WORK TO COMPLETE -> Begin at the top of the records and copy each line exactly. The line containing "import numpy as np" is the last one to include.

DATA ->
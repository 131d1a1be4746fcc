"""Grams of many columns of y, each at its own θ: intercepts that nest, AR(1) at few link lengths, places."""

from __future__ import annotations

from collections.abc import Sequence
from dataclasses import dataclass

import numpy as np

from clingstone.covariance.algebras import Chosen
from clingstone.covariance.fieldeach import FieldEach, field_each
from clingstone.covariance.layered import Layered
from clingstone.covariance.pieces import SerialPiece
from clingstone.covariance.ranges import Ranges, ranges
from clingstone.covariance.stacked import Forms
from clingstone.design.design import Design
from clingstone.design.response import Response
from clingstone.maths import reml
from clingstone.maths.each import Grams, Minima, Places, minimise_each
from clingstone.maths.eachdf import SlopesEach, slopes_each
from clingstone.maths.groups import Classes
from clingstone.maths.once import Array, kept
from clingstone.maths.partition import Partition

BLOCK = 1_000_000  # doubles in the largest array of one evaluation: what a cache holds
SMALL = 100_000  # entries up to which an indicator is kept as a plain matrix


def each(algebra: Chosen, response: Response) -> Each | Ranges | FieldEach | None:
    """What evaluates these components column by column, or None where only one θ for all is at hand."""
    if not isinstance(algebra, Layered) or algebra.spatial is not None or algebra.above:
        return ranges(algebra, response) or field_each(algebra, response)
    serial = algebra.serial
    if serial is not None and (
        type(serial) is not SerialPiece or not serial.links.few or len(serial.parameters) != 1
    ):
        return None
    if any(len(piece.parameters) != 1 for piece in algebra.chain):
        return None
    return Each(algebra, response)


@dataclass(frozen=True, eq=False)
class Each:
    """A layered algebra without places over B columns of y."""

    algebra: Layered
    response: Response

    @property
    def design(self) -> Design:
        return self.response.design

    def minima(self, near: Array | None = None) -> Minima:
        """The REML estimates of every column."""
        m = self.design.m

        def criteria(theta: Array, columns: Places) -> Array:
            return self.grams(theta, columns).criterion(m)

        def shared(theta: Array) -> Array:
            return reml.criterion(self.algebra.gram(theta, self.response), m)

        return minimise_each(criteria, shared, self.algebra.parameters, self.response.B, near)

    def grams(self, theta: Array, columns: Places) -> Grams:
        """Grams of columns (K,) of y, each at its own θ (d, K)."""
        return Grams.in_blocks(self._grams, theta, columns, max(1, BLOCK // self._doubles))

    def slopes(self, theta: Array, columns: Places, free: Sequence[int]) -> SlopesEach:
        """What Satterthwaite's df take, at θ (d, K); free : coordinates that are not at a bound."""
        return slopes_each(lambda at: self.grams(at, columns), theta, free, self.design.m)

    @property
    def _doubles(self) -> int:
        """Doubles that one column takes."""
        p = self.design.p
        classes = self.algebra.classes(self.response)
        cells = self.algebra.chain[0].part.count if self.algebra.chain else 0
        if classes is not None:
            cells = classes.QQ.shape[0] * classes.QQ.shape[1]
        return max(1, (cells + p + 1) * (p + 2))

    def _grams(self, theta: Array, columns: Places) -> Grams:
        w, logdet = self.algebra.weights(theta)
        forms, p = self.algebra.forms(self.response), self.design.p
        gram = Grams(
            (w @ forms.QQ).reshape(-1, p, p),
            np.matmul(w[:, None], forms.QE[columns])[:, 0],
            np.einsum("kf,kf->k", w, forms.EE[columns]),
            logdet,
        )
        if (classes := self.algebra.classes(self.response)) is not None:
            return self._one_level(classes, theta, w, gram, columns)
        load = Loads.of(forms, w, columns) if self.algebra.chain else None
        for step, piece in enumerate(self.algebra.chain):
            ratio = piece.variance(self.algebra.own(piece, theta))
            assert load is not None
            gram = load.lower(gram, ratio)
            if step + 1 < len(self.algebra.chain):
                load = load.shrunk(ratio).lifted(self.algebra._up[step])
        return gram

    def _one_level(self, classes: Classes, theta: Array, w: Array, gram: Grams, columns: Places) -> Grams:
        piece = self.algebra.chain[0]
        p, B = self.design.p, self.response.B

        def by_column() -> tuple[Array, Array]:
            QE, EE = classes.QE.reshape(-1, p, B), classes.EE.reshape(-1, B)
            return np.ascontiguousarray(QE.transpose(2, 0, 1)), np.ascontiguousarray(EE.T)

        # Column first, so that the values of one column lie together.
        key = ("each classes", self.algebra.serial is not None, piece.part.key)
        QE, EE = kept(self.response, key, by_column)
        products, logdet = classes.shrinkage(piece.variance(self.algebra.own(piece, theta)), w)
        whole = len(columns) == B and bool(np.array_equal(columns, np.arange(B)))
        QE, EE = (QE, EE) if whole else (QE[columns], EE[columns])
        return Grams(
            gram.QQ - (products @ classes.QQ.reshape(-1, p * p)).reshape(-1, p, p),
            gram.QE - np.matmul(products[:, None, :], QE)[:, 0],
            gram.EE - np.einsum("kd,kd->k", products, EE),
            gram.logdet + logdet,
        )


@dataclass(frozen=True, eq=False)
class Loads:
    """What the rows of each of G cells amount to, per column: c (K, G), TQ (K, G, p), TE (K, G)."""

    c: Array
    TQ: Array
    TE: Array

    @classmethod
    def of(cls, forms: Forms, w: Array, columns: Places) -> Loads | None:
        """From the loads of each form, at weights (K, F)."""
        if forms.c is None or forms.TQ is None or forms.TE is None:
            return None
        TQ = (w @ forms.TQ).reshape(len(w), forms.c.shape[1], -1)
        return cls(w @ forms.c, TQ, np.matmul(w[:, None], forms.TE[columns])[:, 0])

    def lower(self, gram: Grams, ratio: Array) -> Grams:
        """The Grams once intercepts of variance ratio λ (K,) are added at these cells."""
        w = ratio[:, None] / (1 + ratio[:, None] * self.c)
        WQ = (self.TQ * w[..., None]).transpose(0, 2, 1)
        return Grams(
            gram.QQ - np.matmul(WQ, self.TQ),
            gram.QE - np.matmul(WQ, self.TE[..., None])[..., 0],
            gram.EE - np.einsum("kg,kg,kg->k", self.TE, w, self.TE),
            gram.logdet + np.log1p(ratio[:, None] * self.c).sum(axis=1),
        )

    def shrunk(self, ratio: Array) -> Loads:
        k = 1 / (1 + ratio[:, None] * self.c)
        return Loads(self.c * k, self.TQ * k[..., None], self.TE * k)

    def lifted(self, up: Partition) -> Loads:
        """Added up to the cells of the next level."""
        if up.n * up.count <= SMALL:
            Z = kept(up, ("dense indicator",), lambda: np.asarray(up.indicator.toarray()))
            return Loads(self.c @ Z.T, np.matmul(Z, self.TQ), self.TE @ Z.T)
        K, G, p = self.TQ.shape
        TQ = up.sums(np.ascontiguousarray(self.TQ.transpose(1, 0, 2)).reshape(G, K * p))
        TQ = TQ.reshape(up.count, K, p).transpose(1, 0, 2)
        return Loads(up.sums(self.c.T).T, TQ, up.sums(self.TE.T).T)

WRITTEN SOLUTION ->
repository 131d1a1be4746fcc
"""Grams of many columns of y, each at its own θ: intercepts that nest, AR(1) at few link lengths, places."""

from __future__ import annotations

from collections.abc import Sequence
from dataclasses import dataclass

import numpy as np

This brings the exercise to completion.